Setelah bingung milih penelitian di mana akhirnya aku memutuskan untuk mengamati Simpang Dago. Jam setengah 7, aku sudah meluncur dari rumah, parkir di kampus, kemudian melangkah ke tempat pengamatan. Jalan dipadati mahasiswa yang bergegas, lengkap dengan atribut tas, sepatu kets, baju kaos. Aku sendiri melangkah dengan santai sambil asyik mengamati sekitar, aahhh, senangnya punya waktu untuk dihamburkan. Belum sampai di simpang, aku sudah bertemu 2 orang pengemis. Satu orang bapak dengan rambut yang semuanya telah memutih, dan perempuan paruh baya.
Di lampu merah aku sempat terdiam. Duduk di pembatas halaman dengan trotoar sambil mengamati sekliling. Alih-alih mendapatkan buruan, aku malah jadi perhatian. Agar tak bosan, aku mulai berjalan-jalan. Pandanganku bertumpu pada seorang Bapak yang membawa barang dagangan. Apa yang dilakukannya bagiku menarik, mengejar angkot yang berlari, sambil membawa roti ataupun donat. Setelah berkenalan, aku tahu bahwa beliau berjualan roti dengan sopir-sopir angkot itu sebagai pelanggan. Dengan telaten, plat mobil itu dicatatkannya di atas selembar kertas menggunakan bolpen hitam. Saat kulihat, catatannya sudah sampai kolom ketiga, dengan satu kolomnya berisi kira-kira 20 baris.

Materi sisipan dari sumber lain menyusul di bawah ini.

// PlanOptions describe a planned method-comparison study. Fields marked
// "required" have no default; a nil *PlanOptions is an error.
type PlanOptions struct {
	// Low and High bound the measuring range, Low < High (required, except
	// with SpreadLevels, where they default to the levels' extremes).
	Low, High float64
	// Spread of the true values. Empty means SpreadUniform. Levels are the
	// target levels of SpreadLevels.
	Spread Spread
	Levels []float64
	// ErrorX is x's (the comparative method's) error (required). ErrorY is
	// y's; nil means y's error is √Lambda times x's (SD and CV alike), and
	// then Lambda is required.
	ErrorX ErrorSpec
	ErrorY *ErrorSpec
	Lambda float64
	// ReplicatesX and ReplicatesY are the measurements per sample by each
	// method; the fit uses their means. Zero means 1.
	ReplicatesX, ReplicatesY int
	// Sizes are the candidate numbers of samples (each ≥ 3). Empty with
	// TargetPower set: sizes are searched from 10 up to MaxN.
	Sizes []int
	// TargetPower in (0, 1), when set, asks for the smallest n meeting it
	// on Target (empty means TargetSlope). MaxN bounds the search; zero
	// means 2000.
	TargetPower float64
	Target      PlanTarget
	MaxN        int
	// Differences are the true systematic differences to plan against;
	// empty means one scenario, no difference.
	Differences []Difference
	// Decisions are the decision levels with their allowable bias.
	Decisions []DecisionLevel
	// Estimator is MethodDeming (the default), MethodWeightedDeming or
	// MethodPassingBablok. Deming and weighted Deming are given the λ of
	// the error model (PlanResult.Lambda).
	Estimator Method
	// Confidence of the intervals. Zero means 0.95.
	Confidence float64
	// Trials per size and scenario. Zero means 1000.
	Trials int
	// Seed: trial t draws only from PCG(Seed, t), for every size and
	// scenario (common random numbers: sizes and scenarios differ only in
	// what they are asked, which steadies the comparisons), so the result
	// is the same bit for bit for any number of workers.
	Seed uint64
	// Workers is the number of goroutines. Zero means GOMAXPROCS.
	Workers int
	// Units names the unit of the measurand in the sentence (may be empty).
	Units string
}

// Limits on the work one plan may ask for.
const (
	PlanMaxTrials    = 100000
	PlanMaxSizes     = 50
	PlanMaxN         = 20000
	PlanMaxScenarios = 10
	PlanMaxDecisions = 50
	PlanMaxReplicate = 20
)

// PlanResult is the outcome of a simulated study plan.
type PlanResult struct {
	Estimator  Method
	Confidence float64
	Trials     int
	Seed       uint64
	// Lambda is the error-variance ratio of the fitted means given to
	// Deming (var(ȳ error)/var(x̄ error), averaged over the spread) or to
	// weighted Deming (the ratio of squared CVs of the means); zero for
	// Passing–Bablok.
	Lambda float64
	// Scenarios hold the results per difference, each per size in
	// increasing n.
	Scenarios []PlanScenario
	// Target and TargetPower echo the request; SmallestN is the smallest
	// evaluated n meeting it (0 when none did or no target was set).
	Target      PlanTarget
	TargetPower float64
	SmallestN   int
	// Sentence sums the plan up for people.
	Sentence string
	// Warnings are non-fatal diagnostics, each a *Warning.
	Warnings []error
}

// PlanScenario is one true difference.
type PlanScenario struct {
	Difference Difference
	Sizes      []PlanSize
}

// PlanSize is the simulated outcome of Trials studies of N samples.
type PlanSize struct {
	N int
	// Failed counts trials the estimator could not fit (or gave no
	// interval); every share below is over the other trials.
	Failed int
	// SlopePower is the share of slope intervals excluding 1,
	// InterceptPower the share of intercept intervals excluding 0 (under
	// no difference, the false-positive rates). SlopeCoverage and
	// InterceptCoverage are the shares covering the true slope and intercept.
	SlopePower, InterceptPower       float64
	SlopeCoverage, InterceptCoverage float64
	// Levels are the outcomes at each decision level.
	Levels []LevelOutcome
}

// LevelOutcome is the simulated outcome at one decision level.
type LevelOutcome struct {
	X, Limit float64
	// TrueBias is the planned difference at X.
	TrueBias float64
	// Within, Exceeds and Inconclusive are the shares of each verdict.
	Within, Exceeds, Inconclusive float64
	// HalfWidth is the mean half-width of the bias interval, HalfWidthSD
	// the SD of the half-widths (HalfWidthSD/√trials is the Monte Carlo
	// error of HalfWidth).
	HalfWidth, HalfWidthSD float64
	// Coverage is the share of bias intervals covering TrueBias.
	Coverage float64
}

// planConfig is the validated plan.
type planConfig struct {
	o          PlanOptions
	ex, ey     ErrorSpec
	kx, ky     int
	conf       float64
	trials     int
	workers    int
	lambda     float64
	scenarios  []Difference
	target     PlanTarget
	maxN       int
	ratioLevel float64
}

// Plan simulates method-comparison studies of each candidate size: trial
// t draws the true values τ_i, the replicates x_ik = τ_i + σx(τ_i)·z and
// y_ik = Δ(τ_i) + σy(Δ(τ_i))·z around the planned truth Δ(τ) = a + (1+p)·τ,
// fits the means with the estimator, and records at each decision level
// X_c the bias interval of a + (b − 1)·X_c and its verdict, and whether
// the slope and intercept intervals exclude 1 and 0.
//
// Bias intervals: Deming and weighted Deming use Fit.At (Fuller's
// large-sample SEs; weighted Deming's jackknife), t on n−2 df.
// Passing–Bablok has no slope–intercept covariance; its bias interval is
// the jackknife's (JackknifeLines, JackknifeAt: t on n−2 df), as the
// method-comparison study reports it, and its slope and intercept tests use
// the paper's rank intervals. Each trial refits n leave-one-out samples,
// so Passing–Bablok plans are bounded at n = 200.
//
// Trials run on Workers goroutines and honour ctx; cancellation returns
// ctx's error.
func Plan(ctx context.Context, opt *PlanOptions) (*PlanResult, error) {
	cfg, err := planValidate(opt)
	if err != nil {
		return nil, err
	}
	res := &PlanResult{Estimator: cfg.o.Estimator, Confidence: cfg.conf, Trials: cfg.trials, Seed: cfg.o.Seed,
		Lambda: cfg.lambda, Target: cfg.o.Target, TargetPower: cfg.o.TargetPower}
	if res.TargetPower > 0 {
		res.Target = cfg.target
	}
	for _, d := range cfg.scenarios {
		res.Scenarios = append(res.Scenarios, PlanScenario{Difference: d})
	}
	// evaluate runs every scenario at n (once) and says whether the target is met.
	evaluated := map[int]bool{}
	evaluate := func(n int) (bool, error) {
		if met, ok := evaluated[n]; ok {
			return met, nil
		}
		for i, d := range cfg.scenarios {
			ps, err := cfg.simulate(ctx, d, n)
			if err != nil {
				return false, err
			}
			res.Scenarios[i].Sizes = append(res.Scenarios[i].Sizes, ps)
		}
		met := cfg.met(res, n)
		evaluated[n] = met
		return met, nil
	}
	if len(cfg.o.Sizes) > 0 {
		for _, n := range cfg.o.Sizes {
			if _, err := evaluate(n); err != nil {
				return nil, err
			}
		}
	} else {
		// Doubling from 10 until the target is met, then bisection to
		// within 5 % (power rises with n; common random numbers keep the
		// simulated curve close to monotone).
		lo, hi := 0, 0
		for n := 10; ; n *= 2 {
			n = min(n, cfg.maxN)
			met, err := evaluate(n)
			if err != nil {
				return nil, err
			}
			if met {
				hi = n
				break
			}
			lo = n
			if n == cfg.maxN {
				break
			}
		}
		for hi > 0 && hi-lo > max(1, hi/20) {
			mid := (lo + hi) / 2
			met, err := evaluate(mid)
			if err != nil {
				return nil, err
			}
			if met {
				hi = mid
			} else {
				lo = mid
			}
		}
	}
	for i := range res.Scenarios {
		slices.SortFunc(res.Scenarios[i].Sizes, func(a, b PlanSize) int { return a.N - b.N })
	}
	if res.TargetPower > 0 {
		for _, ps := range res.Scenarios[0].Sizes {
			if evaluated[ps.N] {
				res.SmallestN = ps.N
				break
			}
		}
	}
	for _, sc := range res.Scenarios {
		for _, ps := range sc.Sizes {
			if share := float64(ps.Failed) / float64(cfg.trials); share > WarnFailedShare {
				res.Warnings = append(res.Warnings, &Warning{Code: WarnPlanFailures, Message: fmt.Sprintf(
					"%s could not be fitted (or gave no interval) in %.1f%% of the trials at n = %d", cfg.o.Estimator, 100*share, ps.N)})
				break
			}
		}
	}
	res.Sentence = cfg.sentence(res)
	return res, nil
}

// WarnPlanFailures: the estimator failed in more than 1 % of a plan's trials.
const WarnPlanFailures = "plan_failures"

func planValidate(opt *PlanOptions) (*planConfig, error) {
	if opt == nil {
		return nil, &OptionError{Option: "plan", Reason: "options are required"}
	}
	c := &planConfig{o: *opt}
	o := &c.o
	bad := func(name, reason string) error { return &OptionError{Option: name, Reason: reason} }
	var err error
	if c.conf, err = checkConfidence(o.Confidence); err != nil {
		return nil, err
	}
	if o.Spread == "" {
		o.Spread = SpreadUniform
	}
	switch o.Spread {
	case SpreadUniform, SpreadLogUniform:
		if len(o.Levels) > 0 {
			return nil, bad("levels", "levels are used only with the spread \"levels\"")
		}
	case SpreadLevels:
		if len(o.Levels) == 0 {
			return nil, bad("levels", "the spread \"levels\" needs at least one level")
		}
		lo, hi := math.Inf(1), math.Inf(-1)
		for i, v := range o.Levels {
			if !allFinite(v) {
				return nil, bad(fmt.Sprintf("levels[%d]", i), "must be a finite number")
			}
			lo, hi = math.Min(lo, v), math.Max(hi, v)
		}
		if o.Low == 0 && o.High == 0 {
			o.Low, o.High = lo, hi
		}
		if lo < o.Low || hi > o.High {
			return nil, bad("levels", "every level must lie within [low, high]")
		}
		if lo == hi {
			return nil, bad("levels", "at least two different levels are needed to fit a line")
		}
	default:
		return nil, bad("spread", "must be uniform, log_uniform or levels")
	}
	if !allFinite(o.Low, o.High) || !(o.Low < o.High) {
		return nil, bad("high", "the range needs finite low < high")
	}
	if o.Spread == SpreadLogUniform && !(o.Low > 0) {
		return nil, bad("low", "a log-uniform spread needs low > 0")
	}
	c.ex = o.ErrorX
	if err := checkErrorSpec("error_x", c.ex); err != nil {
		return nil, err
	}
	switch {
	case o.ErrorY != nil:
		c.ey = *o.ErrorY
		if o.Lambda != 0 {
			return nil, bad("lambda", "give either the error of y or lambda, not both")
		}
		if err := checkErrorSpec("error_y", c.ey); err != nil {
			return nil, err
		}
	case o.Lambda > 0 && !math.IsInf(o.Lambda, 0):
		r := math.Sqrt(o.Lambda)
		c.ey = ErrorSpec{SD: r * c.ex.SD, CV: r * c.ex.CV}
	default:
		return nil, bad("lambda", "without the error of y, lambda (> 0, finite) is required")
	}
	if c.ex.SD == 0 && c.ex.CV == 0 && c.ey.SD == 0 && c.ey.CV == 0 {
		return nil, bad("error_x", "at least one method must have a random error")
	}
	c.kx, c.ky = max(o.ReplicatesX, 1), max(o.ReplicatesY, 1)
	if o.ReplicatesX < 0 || o.ReplicatesY < 0 || c.kx > PlanMaxReplicate || c.ky > PlanMaxReplicate {
		return nil, bad("replicates", fmt.Sprintf("must lie between 1 and %d", PlanMaxReplicate))
	}
	if o.Estimator == "" {
		o.Estimator = MethodDeming
	}
	maxN := PlanMaxN
	switch o.Estimator {
	case MethodDeming, MethodPassingBablok:
	case MethodWeightedDeming:
		if !(o.Low > 0) {
			return nil, bad("low", "weighted Deming needs positive values: low > 0")
		}
		maxN = 5000
	default:
		return nil, bad("estimator", "must be deming, weighted_deming or passing_bablok")
	}
	if o.Estimator == MethodPassingBablok {
		maxN = 200
	}
	c.trials = o.Trials
	if c.trials == 0 {
		c.trials = 1000
	}
	if c.trials < 10 || c.trials > PlanMaxTrials {
		return nil, bad("trials", fmt.Sprintf("must lie between 10 and %d", PlanMaxTrials))
	}
	if len(o.Sizes) > PlanMaxSizes {
		return nil, bad("sizes", fmt.Sprintf("at most %d sizes", PlanMaxSizes))
	}
	for i, n := range o.Sizes {
		if n < 3 || n > maxN {
			return nil, bad(fmt.Sprintf("sizes[%d]", i), fmt.Sprintf("must lie between 3 and %d for %s", maxN, o.Estimator))
		}
		if slices.Contains(o.Sizes[:i], n) {
			return nil, bad(fmt.Sprintf("sizes[%d]", i), "repeats an earlier size")
		}
	}
	c.maxN = o.MaxN
	if c.maxN == 0 {
		c.maxN = min(2000, maxN)
	}
	if c.maxN < 10 || c.maxN > maxN {
		return nil, bad("max_n", fmt.Sprintf("must lie between 10 and %d for %s", maxN, o.Estimator))
	}
	if o.TargetPower != 0 && !(o.TargetPower > 0 && o.TargetPower < 1) {
		return nil, bad("target_power", "must lie strictly between 0 and 1")
	}
	if o.TargetPower == 0 && o.Target != "" {
		return nil, bad("target", "a target needs target_power")
	}
	if len(o.Sizes) == 0 && o.TargetPower == 0 {
		return nil, bad("sizes", "give candidate sizes or a target power")
	}
	c.target = o.Target
	if c.target == "" {
		c.target = TargetSlope
	}
	c.scenarios = o.Differences
	if len(c.scenarios) == 0 {
		c.scenarios = []Difference{{}}
	}
	if len(c.scenarios) > PlanMaxScenarios {
		return nil, bad("differences", fmt.Sprintf("at most %d", PlanMaxScenarios))
	}
	for i, d := range c.scenarios {
		if !allFinite(d.Constant, d.Proportional) || !(d.Proportional > -1) {
			return nil, bad(fmt.Sprintf("differences[%d]", i), "needs finite parts and a proportional part above −1")
		}
	}
	if len(o.Decisions) > PlanMaxDecisions {
		return nil, bad("decision_levels", fmt.Sprintf("at most %d", PlanMaxDecisions))
	}
	for i, l := range o.Decisions {
		if !allFinite(l.X, l.Allowable, l.AllowablePercent) || l.Allowable < 0 || l.AllowablePercent < 0 || !(l.Limit() > 0) {
			return nil, bad(fmt.Sprintf("decision_levels[%d]", i), "needs a finite level and an allowable bias > 0 (absolute or percent)")
		}
	}
	if o.TargetPower > 0 {
		ok := false
		for _, d := range c.scenarios {
			switch c.target {
			case TargetSlope:
				ok = ok || d.Proportional != 0
			case TargetIntercept:
				ok = ok || d.Constant != 0
			case TargetVerdict:
				ok = len(o.Decisions) > 0
			default:
				return nil, bad("target", "must be slope, intercept or verdict")
			}
		}
		if !ok {
			return nil, bad("target", fmt.Sprintf("the %s target needs %s", c.target, map[PlanTarget]string{
				TargetSlope: "a difference with a proportional part", TargetIntercept: "a difference with a constant part",
				TargetVerdict: "decision levels"}[c.target]))
		}
	}
	c.workers = o.Workers
	if c.workers <= 0 {
		c.workers = runtime.GOMAXPROCS(0)
	}
	c.lambda = c.planLambda()
	if !(c.lambda > 0) && o.Estimator != MethodPassingBablok || !allFinite(c.lambda) {
		return nil, bad("error_y", "the errors give no finite positive error-variance ratio for the estimator")
	}
	return c, nil
}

Kami sempat mengobrol cukup lama, sambil diperkenalkan ke pengamen yang biasa mengamen di simpang yang mulai berdatangan. Abah, begitulah ia biasa dipanggil oleh para pengamen yang rata-rata juga telah berkeluarga. Abah sendiri memiliki 5 orang anak, dua diantaranya telah meninggal karena penyakit. Dulu, sebelum ia berprofesi sebagai penjual roti, abah sempat juga membawa mobil, tapi semenjak tahun 1988 ia terkena penyakit yang menyebabkan ia tak lagi bisa menyetir mobil.
Abah kenal dengan berbagai macam orang. Penjaga parkir, orang yang biasa lalu lalang, pengamen jalanan, hingga sopir-sopir angkot. Dengan raut puas ia berujar, "Kalau ngga percaya, tanya aja ke sopir angkot pak Muri yang berjenggot." Penampilannya memang agak sangar, dengan baju hitam corak gaya tahun 70-an, celana hitam, topi, rambut keriting, dan jenggot yang memenuhi mukanya, awalnya aku sempat ragu. Namun setelah berbincang cukup lama, rasa takut itu berganti perasaan hangat.